Cjk [0] = C00+ j N u + k w equation (4)

Wherein, Bkj [0] is a pointer variable of a first address of a sub-matrix in the matrix B, Ckj [0] is a pointer variable of a first address of a sub-matrix in the matrix C, k is a row coordinate of the sub-matrix in the matrix B or a column coordinate of the sub-matrix in the matrix C, a value range [0- (N u/w-1) ] of k, j is a column coordinate of the sub-matrix in the matrix B or a row coordinate of the sub-matrix in the matrix C, and a value range [0- (N u/w-1) ] of j; initializing k =0, j = 0;

s2.5, judging whether j is equal to N × u/w-1, if not, enabling j = j +1, and turning to the step S2.2, and if so, turning to the step S2.6;

s2.6, determine whether k is equal to N × u/w-1, if not, let k = k +1, go to step S2.2, if so, go to step S3.

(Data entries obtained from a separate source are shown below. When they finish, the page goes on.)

def test_a_calibration_cache_is_kept_replaced_or_refused(inputs, tmp_path):
    """--calibration semantics: missing -> time and write; ours for this dtype -> used;
    ours for another dtype or version -> re-timed and replaced; anything else refused
    (the cases above). The calibration is a dict of our own making (no outside source)."""
    from shardtrain.forecast.calibrate import from_flops, read_calibration

    assert read_calibration(tmp_path / "new.json", "float32") is None
    cal = dict(from_flops(1e9, "float32"), pipe={"bytes_per_s": 1e9})
    cal["sparse"][0]["nnz_cols_per_s"] = 5e8
    (tmp_path / "cal.json").write_text(json.dumps(cal))
    assert read_calibration(tmp_path / "cal.json", "float32") == cal
    assert read_calibration(tmp_path / "cal.json", "float64") is None
    (tmp_path / "old.json").write_text(json.dumps(dict(cal, version=CALIBRATION_VERSION + 1,
                                                       sparse=None)))
    assert read_calibration(tmp_path / "old.json", "float32") is None
    # A version-1 cache (written before the copying cost was timed) is re-timed, not used.
    v1 = {k: v for k, v in cal.items() if k != "transport_copy"}
    (tmp_path / "v1.json").write_text(json.dumps(dict(v1, version=1)))
    assert CALIBRATION_VERSION == 3
    assert read_calibration(tmp_path / "v1.json", "float32") is None
    # A version-2 cache (written before the roofs were measured) is re-timed, not used.
    v2 = {k: v for k, v in cal.items() if k != "roofline"}
    (tmp_path / "v2.json").write_text(json.dumps(dict(v2, version=2)))
    assert read_calibration(tmp_path / "v2.json", "float32") is None
    # ... while a version-3 file without them is refused as not usable
    (tmp_path / "v3.json").write_text(json.dumps(v2))
    with pytest.raises(ParameterError, match="roofline"):
        read_calibration(tmp_path / "v3.json", "float32")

4. The matrix LU decomposition vectorization calculation method of a vector DSP core according to claim 3, wherein the specific method of step S3 is as follows:

dividing the matrix C in the S2 into an upper triangular area and a lower triangular area along the diagonal direction from top left to bottom right, wherein diagonal data are divided into the upper triangular area, the upper triangular area is marked as an upper triangular matrix D, and the lower triangular area is marked as a lower triangular matrix E; marking the upper triangular matrix D as D0, D1 and D2 … DN-1 according to the directions from top to bottom, respectively, marking the head element of each row as D0[0], D1[0] and D2[0] … DN-1 [0 ]; dr is the r-th row of the upper triangular matrix D, and Dr [0] is the row head element of the r-th row, wherein the value range of r [0- (N-1) ];

s3.3, sequentially loading data of other elements except row head elements in the Dr row by using a vector Load instruction, loading w/u elements each time, and storing the w/u elements into a vector register Z1;

5. The matrix LU decomposition vectorization calculation method of a vector DSP core according to claim 4, wherein the specific method of step S4 is as follows:

recording a matrix at the lower right of a row head element Dr [0] as R, recording a g-th row of the matrix R as Rg, wherein the value range of g is [0- (N-R-2) ]; the part of the r-th column in the matrix C, which is positioned in the lower triangular matrix E, is recorded as er, and the f-th element of the er is recorded as erf; the value range of f is [0- (N-r-2) ]; the portion of row Dr that does not include the row head element Dr [0] is denoted as Dr';

s4.1, obtaining an element erf of the er by using a scalar Load instruction, storing the element erf into a general register S0, and initializing f = 0;

s4.8, judging whether g is equal to N-r-2, if not, enabling g = g +1, and turning to the step S4.1; if so, the update calculation of the row Rg in the matrix R is finished, and the process goes to step S5.

6. The matrix LU decomposition vectorization calculation method of a vector DSP core according to claim 5, wherein the specific method of step S6 is as follows:

cjk [0] = C00+ j N u + k w equation (5)

Bkj [0] = B00+ k N u + j w equation (6)

Wherein, Cjk [0] is a pointer variable of a first address of a sub-matrix in the matrix C, Bkj [0] is a pointer variable of a first address of a sub-matrix in the matrix B, k is a row coordinate of the sub-matrix in the matrix B or a column coordinate of the sub-matrix in the matrix C, a value range [0- (N u/w-1) ] of k, j is a column coordinate of the sub-matrix in the matrix B or a row coordinate of the sub-matrix in the matrix C, and a value range [0- (N u/w-1) ] of j; initializing k =0, j = 0;

s6.5, determining whether j is equal to N × u/w-1, if not, making j = j +1, and going to step S6.2, if so, going to step S6.6;

s6.6, determine whether k is equal to N × u/w-1, if not, let k = k +1, go to step S6.2, if so, go to step S7.

7. The matrix LU decomposition vectorization calculation method of a vector DSP core according to claim 6, wherein the specific method of step S7 is as follows:

bi [0] = B00+ i N u; formula (2)

Ai [0] = a00+ i M u; formula (1)

s7.3, judging whether i is equal to M-1 or not, if not, enabling i = i +1, and turning to the step S7.1; otherwise, the calculation is ended.